The **best model** is the one that minimizes the loss $\mathcal{L} \left( \alpha \right)$ on the train set

$$
\left\{ (x_{train_i}, y_{train_i}) : i=1,\dots,N \right\}
$$
    
i.e., it is the model

$$\hat f(\alpha^*; x)$$
where
\begin{align}
\alpha^* = (\alpha^*_0, \dots ,\alpha^*_D) & = \arg \min_{\alpha} \mathcal{L} \left( \alpha \right) \\
& = \arg \min_{\alpha}
\left\|~
\left(
\begin{matrix}
x_{train_1}^0 & \cdots & x_{train_1}^D \\
\vdots &  & \vdots \\
x_{train_N}^0 & \cdots & x_{train_N}^D
\end{matrix}
\right)
\left(
\begin{matrix}
\alpha_0 \\
\vdots \\
\alpha_D
\end{matrix}
\right)
-
\left(
\begin{matrix}
y_{train_1} \\
\vdots \\
y_{train_N}
\end{matrix}
\right)~
\right\|_{2}
\end{align}
</div>

The following function `fit(D, x_train, y_train)` returns the parameters

$$
\alpha^* = (\alpha^*_0, \dots, \alpha^*_D)
$$

of the best polynomial model $\hat f(\alpha^*; x)$ of degree `D` for the training set `x_train`, `y_train`.

In [5]:
def fit(D, x_train, y_train):
    
    # compute train features (matrix X of pb (1))
    A = x_train.unsqueeze(1).repeat(1, D+1)
    B = torch.arange(D+1).unsqueeze(0).repeat(len(x_train), 1)
    X_train = A ** B
    
    # compute best parameters alpha^* (solve pb (1))
    alpha_star = torch.linalg.lstsq(X_train, y_train).solution
    
    return alpha_star

For each dataset $\mathcal{S}_k$, $k = 1, \dots, K$ and for each degree $D = 1,\dots, 15$, compute the parameters $\alpha^* = (\alpha^*_0, \dots, \alpha^*_D)$ of the best model $\hat f(\alpha^*; x)$ of degree $D$ for the dataset $\mathcal{S}_k$.

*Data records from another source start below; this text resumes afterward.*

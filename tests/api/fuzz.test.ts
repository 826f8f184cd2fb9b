import { afterAll, beforeAll, describe, expect, it } from 'vitest';
import zlib from 'node:zlib';
import fc from 'fast-check';
import sharp from 'sharp';
import type supertest from 'supertest';
import { startTestApp, signedInAgent, type TestContext } from '../../apps/api/src/test-support/test-db.js';
import {
  buildRecords,
  buildWorld,
  PASSWORD,
  sawBody,
  specBody,
  type Records,
  type World,
} from '../../apps/api/src/test-support/fixtures.js';
import { listRoutes, type RouteEntry } from '../../apps/api/src/http/route-list.js';
import { User } from '../../apps/api/src/modules/users/user.model.js';

/*
 * Fuzzing every route's input: for each route the router holds, random and hostile JSON bodies, query strings and
 * path parameters (wrong types, huge numbers, NaN and Infinity as text, deep nesting, prototype keys, long strings,
 * Unicode controls and lone surrogates, arrays where objects go, and valid bodies with one part broken), sent as an
 * administrator and as a technician. Never a 5xx; and a write that is refused changes no row.
 * Then the importer, fed random, truncated, wrongly encoded and pathological files.
 *
 * FUZZ_RUNS sets the cases per route and role (default 4) and scales the importer's random files; the default
 * run takes about a minute on the 2-core development machine.
 */

const RUNS = Number(process.env.FUZZ_RUNS ?? 4);
const SEED = process.env.FUZZ_SEED ? Number(process.env.FUZZ_SEED) : undefined;
/** Room for a longer run: about a minute per six cases per route and role on the 2-core machine, and then some. */
const TIMEOUT = Math.max(600_000, RUNS * 30_000);

let ctx: TestContext;
let world: World;
let records: Records;
let admin: supertest.Agent;
let tech: supertest.Agent;
let targetUserId = '';
let batchId = '';
let photoId = '';
let cutLogId = '';
let invitationId = '';
let checkId = '';
let followUpId = '';
let casesRun = 0;
const statuses = new Map<number, number>();

/** The tables a refused write must leave as they were (sessions and attempt counters may move). */
const TABLES = [
  'regions',
  'sites',
  'users',
  'user_sites',
  'saws',
  'blade_specs',
  'stock_receipts',
  'stock_levels',
  'blade_runs',
  'stops',
  'cut_logs',
  'photos',
  'photo_blobs',
  'site_checks',
  'check_records',
  'site_settings',
  'invitations',
  'password_resets',
  'mail_preferences',
  'audit_entries',
  'import_batches',
  'import_mappings',
  'import_rejects',
  'budgets',
  'exchange_rates',
  'reporting_currency',
  'follow_ups',
  'follow_up_entries',
];
async function rowCounts(): Promise<string> {
  const sql = `SELECT ${TABLES.map((t) => `(SELECT count(*) FROM ${t}) AS ${t}`).join(', ')}`;
  return JSON.stringify(await ctx.sequelize.query(sql, { plain: true }));
}

// ---------------------------------------------------------------- hostile values
const LONG = 'x'.repeat(100_000);
const hostileText = fc.constantFrom(
  '',
  ' ',
  'NaN',
  'Infinity',
  '-Infinity',
  '-0',
  '1e309',
  '0x1F',
  '1_000',
  '١٢٣',
  '9'.repeat(400),
  LONG,
  '\u0000',
  '\u0007bell',
  '\u202eevil',
  '\u2028',
  '\u200b',
  '\ud800',
  '\udfff\ud800',
  'null',
  'true',
  '[]',
  '{}',
  '__proto__',
  'constructor',
  "' OR 1=1 --",
  '"; DROP TABLE saws; --',
  '../../etc/passwd',
  '%00',
  '%',
  '=HYPERLINK("http://x")',
  '<script>alert(1)</script>',
  '2026-13-45T25:61:00Z',
  '0000-00-00',
  '+275760-09-13T00:00:00.001Z',
  '1969-12-31T23:59:59Z',
  '00000000-0000-0000-0000-000000000000',
  'ffffffff-ffff-ffff-ffff-ffffffffffff',
  'not-a-uuid',
  '9999-12-31T23:59:59Z',
  '2026-13',
  '1989-12',
  '2201-01',
  '2026-09,2026-10',
  '0001-01-01T00:00:00+14:00',
  '2026-02-30',
  '1e15',
  '-1e15',
  '2147483648',
  '9223372036854775808',
  '%_\\',
);
const hostileNumber = fc.constantFrom(
  0,
  -0,
  -1,
  1e308,
  -1e308,
  5e-324,
  2 ** 31,
  2 ** 53 + 2,
  -(2 ** 63),
  Number.MAX_SAFE_INTEGER,
  0.1 + 0.2,
);
const leaf: fc.Arbitrary<unknown> = fc.oneof(
  hostileText,
  hostileNumber,
  fc.integer(),
  fc.double({ noNaN: true, noDefaultInfinity: true }),
  fc.string({ unit: 'binary', maxLength: 40 }),
  fc.boolean(),
  fc.constant(null),
  fc.uuid(),
);
const hostileValue: fc.Arbitrary<unknown> = fc.oneof(
  { weight: 4, arbitrary: leaf },
  { weight: 1, arbitrary: fc.array(leaf, { maxLength: 5 }) },
  { weight: 1, arbitrary: fc.dictionary(fc.string({ maxLength: 12 }), leaf, { maxKeys: 5 }) },
  { weight: 1, arbitrary: fc.jsonValue({ maxDepth: 4 }) },
);
const POLLUTING_KEYS = ['__proto__', 'constructor', 'prototype', 'toString', 'valueOf', 'hasOwnProperty', ''];

/** JSON text with keys kept as written (so `__proto__` reaches the server as an own key). */
function toJson(value: unknown): string {
  if (value === undefined) return 'null';
  if (Array.isArray(value)) return `[${value.map(toJson).join(',')}]`;
  if (value && typeof value === 'object')
    return `{${Object.entries(value)
      .map(([k, v]) => `${JSON.stringify(k)}:${toJson(v)}`)
      .join(',')}}`;
  return JSON.stringify(value) ?? 'null';
}

/** Valid bodies to break one part of, by route. */
function seeds(): Record<string, Record<string, unknown>> {
  const siteId = world.sites.A.id;
  const sawId = world.saws.A![0]!.id;
  return {
    'POST /api/saws': sawBody(siteId),
    'PATCH /api/saws/:id': { name: 'Renamed', bandSpeedMaxMPerMin: 100 },
    'POST /api/sites': {
      code: 'FZ',
      name: 'Fuzz',
      timeZone: 'UTC',
      currency: 'EUR',
      unitSystem: 'metric',
      regionId: world.regions.north.id,
    },
    'PATCH /api/sites/:id': { name: 'Site A', city: 'Oldmoor', timeZone: 'Europe/Berlin' },
    'POST /api/regions': { name: 'Fuzz region' },
    'PATCH /api/regions/:id': { name: 'North' },
    'POST /api/blade-specs': specBody(siteId),
    'PATCH /api/blade-specs/:id': { name: 'Renamed spec', archived: false },
    'POST /api/stock-receipts': {
      siteId,
      bladeSpecId: records.fleetSpec.id,
      quantity: 2,
      unitCostMinor: 5000,
      receivedOn: '2026-01-02',
    },
    'PATCH /api/stock-receipts/:id': { quantity: 6 },
    'PUT /api/sites/:id/stock/:bladeSpecId/levels': { leadTimeDays: 10, safetyStock: 2 },
    'POST /api/blade-runs': { sawId: world.saws.A![1]!.id, bladeSpecId: records.fleetSpec.id, tensionMpa: 200 },
    'POST /api/blade-runs/:id/remove': { reason: 'worn_out', areaCutMm2: 1000, cuts: 4 },
    'PATCH /api/blade-runs/:id': { tensionMpa: 210, installNotes: 'Note' },
    'POST /api/blade-runs/:id/confirmed-cause': { cause: 'teeth_in_work_low' },
    'POST /api/stops': { sawId, category: 'mechanical', planned: false },
    'POST /api/stops/:id/end': { endedAt: new Date().toISOString() },
    'PATCH /api/stops/:id': { notes: 'Fixed', category: 'electrical' },
    'POST /api/cut-logs': {
      sawId,
      stock: { shape: { kind: 'round_bar', diameterMm: 80 } },
      materialGroup: 'carbon_steel',
      quantity: 2,
      cutTimeS: 60,
    },
    'POST /api/sites/:siteId/checks': {
      name: 'Fuzz check',
      targetRule: 'fixed',
      quantity: 'length',
      fixedTarget: 1,
      fixedMin: 0.5,
      schedule: 'periodic',
      intervalDays: 7,
    },
    'PATCH /api/site-checks/:id': { intervalDays: 10, graceHours: 12 },
    'POST /api/check-records': { sawId, siteCheckId: checkId, reading: 1.13, notes: 'ok' },
    'PUT /api/sites/:siteId/settings/:key': { value: { extraClearanceMm: 0.03, toleranceMm: 0.03 } },
    'POST /api/users': {
      email: 'fz@test.example',
      name: 'Fuzz',
      password: 'plinth-orbit-harbour-kettle',
      role: 'technician',
      siteId,
    },
    'PATCH /api/users/:id': { name: 'Fuzz person' },
    'POST /api/invitations': { email: 'inv-fz@test.example', role: 'technician', siteId },
    'POST /api/invitations/preview': { token: 'a'.repeat(43) },
    'POST /api/invitations/accept': { token: 'a'.repeat(43), name: 'X', password: 'plinth-orbit-harbour-kettle' },
    'POST /api/auth/sign-in': { email: 'nobody@test.example', password: 'wrong-password-123' },
    'POST /api/auth/password-reset/request': { email: 'nobody@test.example' },
    'POST /api/auth/password-reset': { token: 'a'.repeat(43), newPassword: 'plinth-orbit-harbour-kettle' },
    'POST /api/me/password': { currentPassword: 'wrong-password-123', newPassword: 'plinth-orbit-harbour-kettle' },
    'PATCH /api/me/mail-preferences': { kind: 'weekly_digest', enabled: false },
    'PUT /api/budgets/:siteId/:month': { amountMinor: 250_000 },
    'PUT /api/exchange-rates/:currency/:month': { rate: 0.93 },
    'PUT /api/reporting-currency': { currency: 'EUR' },
    'POST /api/follow-ups': { sawId, title: 'Look at it', assigneeId: targetUserId, dueOn: '2099-01-01' },
    'PATCH /api/follow-ups/:id': { state: 'in_progress', note: 'Started' },
  };
}

/** A body: a seed with one part broken, hostile JSON, or text that is not JSON at all. */
function bodyFor(route: string): fc.Arbitrary<string> {
  const seed = seeds()[route] ?? {};
  const keys = Object.keys(seed);
  const broken = fc
    .tuple(
      fc.constantFrom(...(keys.length ? keys : ['x'])),
      fc.constantFrom('replace', 'delete', 'pollute', 'wrap'),
      hostileValue,
      fc.constantFrom(...POLLUTING_KEYS),
    )
    .map(([key, how, value, polluting]) => {
      const body: Record<string, unknown> = { ...seed };
      if (how === 'replace') body[key] = value;
      else if (how === 'delete') delete body[key];
      else if (how === 'pollute') return toJson({ ...body, [polluting]: value ?? { isAdmin: true } });
      else return toJson([body]);
      return toJson(body);
    });
  const deep = fc
    .tuple(fc.integer({ min: 1, max: 150_000 }), fc.constantFrom('[', '{"a":'))
    .map(([depth, open]) => open.repeat(depth) + '1' + (open === '[' ? ']' : '}').repeat(depth));
  return fc.oneof(
    { weight: 6, arbitrary: broken },
    { weight: 3, arbitrary: hostileValue.map(toJson) },
    { weight: 1, arbitrary: deep },
    { weight: 1, arbitrary: fc.string({ unit: 'binary', maxLength: 60 }) },
    { weight: 1, arbitrary: fc.constantFrom('', 'NaN', '{"a":NaN}', '{"a":1,}', '{"a":1e999}', '\uFEFF{}', '{"a"') },
  );
}

/** Percent-encodes text byte by byte (a lone surrogate goes as the bytes Node writes for it). */
const percent = (text: string) =>
  [...Buffer.from(text, 'utf8')]
    .map((b) =>
      /[A-Za-z0-9_.~-]/.test(String.fromCharCode(b)) ? String.fromCharCode(b) : `%${b.toString(16).padStart(2, '0')}`,
    )
    .join('');

const QUERY_KEYS = [
  'siteId',
  'sawId',
  'bladeSpecId',
  'bladeRunId',
  'regionId',
  'limit',
  'offset',
  'from',
  'to',
  'sort',
  'q',
  'includeRetired',
  'includeArchived',
  'status',
  'kind',
  'state',
  'reason',
  'open',
  'planned',
  'category',
  'windowDays',
  'materialGroup',
  'material',
  'before',
  'entity',
  'entityId',
  'role',
  'check',
  'schedule',
  'sites',
  'table',
  'units',
];
const rawPiece = fc.oneof(
  hostileText.map(percent),
  fc.string({ maxLength: 20 }).map(percent),
  fc.constantFrom('%', '%E0%A4%A', '%FF', '%00', '%2e%2e', 'a%20b', '1e999', '-1', '99999999999999999999'),
);
const queryString = fc
  .array(
    fc.tuple(
      fc.oneof(
        fc.constantFrom(...QUERY_KEYS),
        fc.constantFrom('__proto__', 'constructor', 'a[b]', 'siteId[]'),
        rawPiece,
      ),
      rawPiece,
    ),
    { maxLength: 6 },
  )
  .map((pairs) => pairs.map(([k, v]) => `${k}=${v}`).join('&'));
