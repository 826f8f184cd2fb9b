import { DomainInputError } from '../errors.js';
/**
 * Stresses in a band running over the wheels, in pascals. Inputs in mm and N (SI inside).
 *
 * Bending: a thin band wrapped on a wheel of diameter D has its outer fibre strained by t/D, so
 * σ_b = E·t/D. A band much wider than it is thick bends as a plate rather than a beam, which raises the figure
 * by 1/(1 − ν²) (about 9 % for steel); pass `poissonRatio` for that form, E·t/((1 − ν²)·D), as used for flat
 * metal belts in Shigley's Mechanical Engineering Design, chapter 17.
 * Tension: the tension force spread over the band's section, σ_t = F/(w·t).
 * Their sum is the peak stress each bend adds to the static pull, used here as an index of fatigue: a band is
 * flagged when it exceeds a threshold the caller chooses (from the blade maker's data or the site's own history).
 */
import { requireNonNegative, requirePositive } from '../units/guards.js';

/**
 * Young's modulus of carbon steel, 207 GPa = 30 000 ksi, as a university strength-of-materials table prints it for
 * 0.2–0.8 % C steels, within Gere's 190–210 GPa for steels (see `STEEL_MODULUS_SOURCE`).
 */
export const STEEL_ELASTIC_MODULUS_PA = 207e9;

export interface BendingInput {
  /** Band (gauge) thickness, mm. */
  bandThicknessMm: number;
  /** Diameter the band bends round, mm; with unequal wheels use the smaller, which bends it hardest. */
  wheelDiameterMm: number;
  /** Young's modulus of the band's backing steel, Pa; 207 GPa unless given. */
  elasticModulusPa?: number;
  /** Poisson's ratio for the plate form; leave out for the thin-beam figure E·t/D. */
  poissonRatio?: number;
}

/** Bending stress at the band's surface on a wheel, Pa: E·t/D, or E·t/((1 − ν²)·D) with a Poisson's ratio. */
export function bendingStressPa({
  bandThicknessMm,
  wheelDiameterMm,
  elasticModulusPa = STEEL_ELASTIC_MODULUS_PA,
  poissonRatio = 0,
}: BendingInput): number {
  requirePositive(bandThicknessMm, 'Band thickness', 'mm');
  requirePositive(wheelDiameterMm, 'Wheel diameter', 'mm');
  requirePositive(elasticModulusPa, 'Elastic modulus', 'Pa');
  requireNonNegative(poissonRatio, "Poisson's ratio", '');
  if (poissonRatio >= 0.5) throw new DomainInputError("Poisson's ratio must be below 0.5 (steel is about 0.29)");
  if (bandThicknessMm >= wheelDiameterMm)
    throw new DomainInputError('Band thickness must be far smaller than the wheel diameter');
  return (elasticModulusPa * bandThicknessMm) / ((1 - poissonRatio ** 2) * wheelDiameterMm);
}

export interface BandSection {
  /** Band width, mm. The full width gives the usual figure; the width below the gullets gives the stricter one. */
  bandWidthMm: number;
  /** Band thickness, mm. */
  bandThicknessMm: number;
}

function sectionMm2({ bandWidthMm, bandThicknessMm }: BandSection): number {
  requirePositive(bandWidthMm, 'Band width', 'mm');
  requirePositive(bandThicknessMm, 'Band thickness', 'mm');
  return bandWidthMm * bandThicknessMm;
}

/** Tension stress in the band, Pa: σ_t = F/(w·t). N/mm² are MPa, hence × 10⁶. */
export function tensionStressPa({ tensionForceN, ...section }: BandSection & { tensionForceN: number }): number {
  const areaMm2 = sectionMm2(section);
  return (requireNonNegative(tensionForceN, 'Tension force', 'N') / areaMm2) * 1e6;
}

/** Tension force giving a tension stress in the band, N: F = σ_t·w·t (the inverse of `tensionStressPa`). */
export function tensionForceForStressN({
  tensionStressPa: stressPa,
  ...section
}: BandSection & { tensionStressPa: number }): number {
  const areaMm2 = sectionMm2(section);
  return (requireNonNegative(stressPa, 'Tension stress', 'Pa') / 1e6) * areaMm2;
}

export interface FatigueIndexInput extends BendingInput, BandSection {
  /** Tension force in the band, N. */
  tensionForceN: number;
  /** Combined stress above which the band is flagged, Pa. No default: it belongs to the blade and the site. */
  fatigueThresholdPa: number;
}

export interface FatigueIndex {
  bendingStressPa: number;
  tensionStressPa: number;
  /** Bending plus tension, Pa. */
  combinedStressPa: number;
  fatigueThresholdPa: number;
  /** True when the combined stress is above the threshold. */
  aboveThreshold: boolean;
}

/** Bending, tension and combined stress of a band on its wheels (Pa), flagged above the given threshold. */
export function bandFatigueIndex(input: FatigueIndexInput): FatigueIndex {
  const fatigueThresholdPa = requirePositive(input.fatigueThresholdPa, 'Fatigue threshold', 'Pa');
  const bending = bendingStressPa(input);
  const tension = tensionStressPa(input);
  const combined = bending + tension;
  return {
    bendingStressPa: bending,
    tensionStressPa: tension,
    combinedStressPa: combined,
    fatigueThresholdPa,
    aboveThreshold: combined > fatigueThresholdPa,
  };
}
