import { z } from 'zod';
import { idSchema } from '../common/schema.js';
import { fleetSawSchema } from '../fleet/schema.js';
import { MATERIAL_GROUPS } from '../band-speed/schema.js';
import { SAW_KINDS } from '../saws/schema.js';
import { UNIT_SYSTEMS } from '../sites/schema.js';
import { REMOVAL_REASONS } from '../diagnosis/schema.js';
import { FOLLOW_UP_STATES } from '../follow-ups/schema.js';
import { PEER_METRICS } from './peer-review.js';

const metricValues = z.record(z.enum(PEER_METRICS), z.number().nullable());

export const peerFlagSchema = z.object({
  sawId: idSchema,
  metric: z.enum(PEER_METRICS),
  groupKey: z.string(),
  value: z.number(),
  peerMedian: z.number(),
  peerCount: z.number().int(),
  modifiedZ: z.number(),
  direction: z.enum(['high', 'low']),
  ratioToMedian: z.number().nullable(),
  threshold: z.number(),
  scale: z.enum(['mad', 'mean_absolute_deviation']),
  method: z.string(),
});

export const peerGroupSchema = z.object({
  key: z.string(),
  kind: z.enum(SAW_KINDS),
  mainMaterial: z.enum(MATERIAL_GROUPS).nullable(),
  sawIds: z.array(idSchema),
  metrics: z.record(
    z.enum(PEER_METRICS),
    z.object({ judged: z.number().int(), median: z.number().nullable(), notice: z.string().nullable() }),
  ),
});

const reviewedSawSchema = z.object({
  saw: fleetSawSchema,
  site: z.object({
    id: idSchema,
    code: z.string(),
    name: z.string(),
    colourIndex: z.number().int(),
    unitSystem: z.enum(UNIT_SYSTEMS),
  }),
  values: metricValues,
  bladesWithArea: z.number().int(),
  scheduledHours: z.number(),
  /** The newest follow-up not yet done, if any. */
  activeFollowUp: z.object({ id: idSchema, state: z.enum(FOLLOW_UP_STATES), dueOn: z.string() }).nullable(),
});

export const outlierReviewSchema = z.object({
  period: z.object({ from: z.string(), to: z.string() }),
  asOf: z.string(),
  reportingCurrency: z.string(),
  saws: z.array(reviewedSawSchema),
  groups: z.array(peerGroupSchema),
  flags: z.array(peerFlagSchema),
  notJudged: z.array(z.object({ sawId: idSchema, metric: z.enum(PEER_METRICS), reason: z.string() })),
  warnings: z.array(z.string()),
});
export type OutlierReview = z.infer<typeof outlierReviewSchema>;

const causeSchema = z.object({
  cause: z.string(),
  label: z.string(),
  advice: z.string(),
  score: z.number(),
  evidence: z.array(z.object({ text: z.string(), effect: z.number() })),
});

/** One saw among its peers: each figure's verdict, its failure-reason mix beside its peers' and the likely causes. */
export const sawOutlierSchema = z.object({
  period: z.object({ from: z.string(), to: z.string() }),
  asOf: z.string(),
  reportingCurrency: z.string(),
  saw: reviewedSawSchema,
  group: peerGroupSchema,
  peers: z.array(reviewedSawSchema),
  flags: z.array(peerFlagSchema),
  notJudged: z.array(z.object({ metric: z.enum(PEER_METRICS), reason: z.string() })),
  reasonMix: z.array(
    z.object({
      reason: z.enum(REMOVAL_REASONS),
      saw: z.number().int(),
      sawShare: z.number(),
      peers: z.number().int(),
      peerShare: z.number(),
    }),
  ),
  standoutReason: z.enum(REMOVAL_REASONS).nullable(),
  likelyCauses: z
    .object({
      mode: z.string(),
      modeLabel: z.string(),
      basis: z.string(),
      causes: z.array(causeSchema),
      evidenceUsed: z.object({ cutLogs: z.number().int(), breakInSkippedShare: z.number().nullable() }),
    })
    .nullable(),
  warnings: z.array(z.string()),
});
export type SawOutlier = z.infer<typeof sawOutlierSchema>;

Store these parameters in a list or a dictionary.

Create a procedure `plot(D, k)` which plots the best model $\hat f(\alpha^*; x)$ of degree $D$ for the `k`-th dataset.

Plot the original function as well as the best models of degree 0 for all datasets.

Plot the original function as well as the best models of degree 1 for all datasets.

Plot the original function as well as the best models of degree 5 for all datasets.

Plot the original function as well as the best models of degree 10 for all datasets.

Create a procedure `plot_2(D)` which plots the original function as well as the mean and variance of the best models $\hat f(\alpha^*; x)$ of degree `D` for the all the datasets.

The mean model and its variance should be in the "confidence bands" style<br>
https://www.mattswint.com/matplotlib-confidence-bands/

Make the plots for the best models of degrees 0, 1, 2, 3, 5, and 10.

You should notice that as **the complexity (i.e., the degree) of the model increases**:
- **the bias of the best models decreases:**<br>
i.e. the red curves are closer and closer to the black curve.
- **the variance of the best models increases:**<br>
i.e. the orange confidence bands are getting larger.

This is the **bias-variance dilemma**.

- The **bias** represents the error due to the model complexity.
- The **variance** represents the sensitivity of the model to its underlying dataset.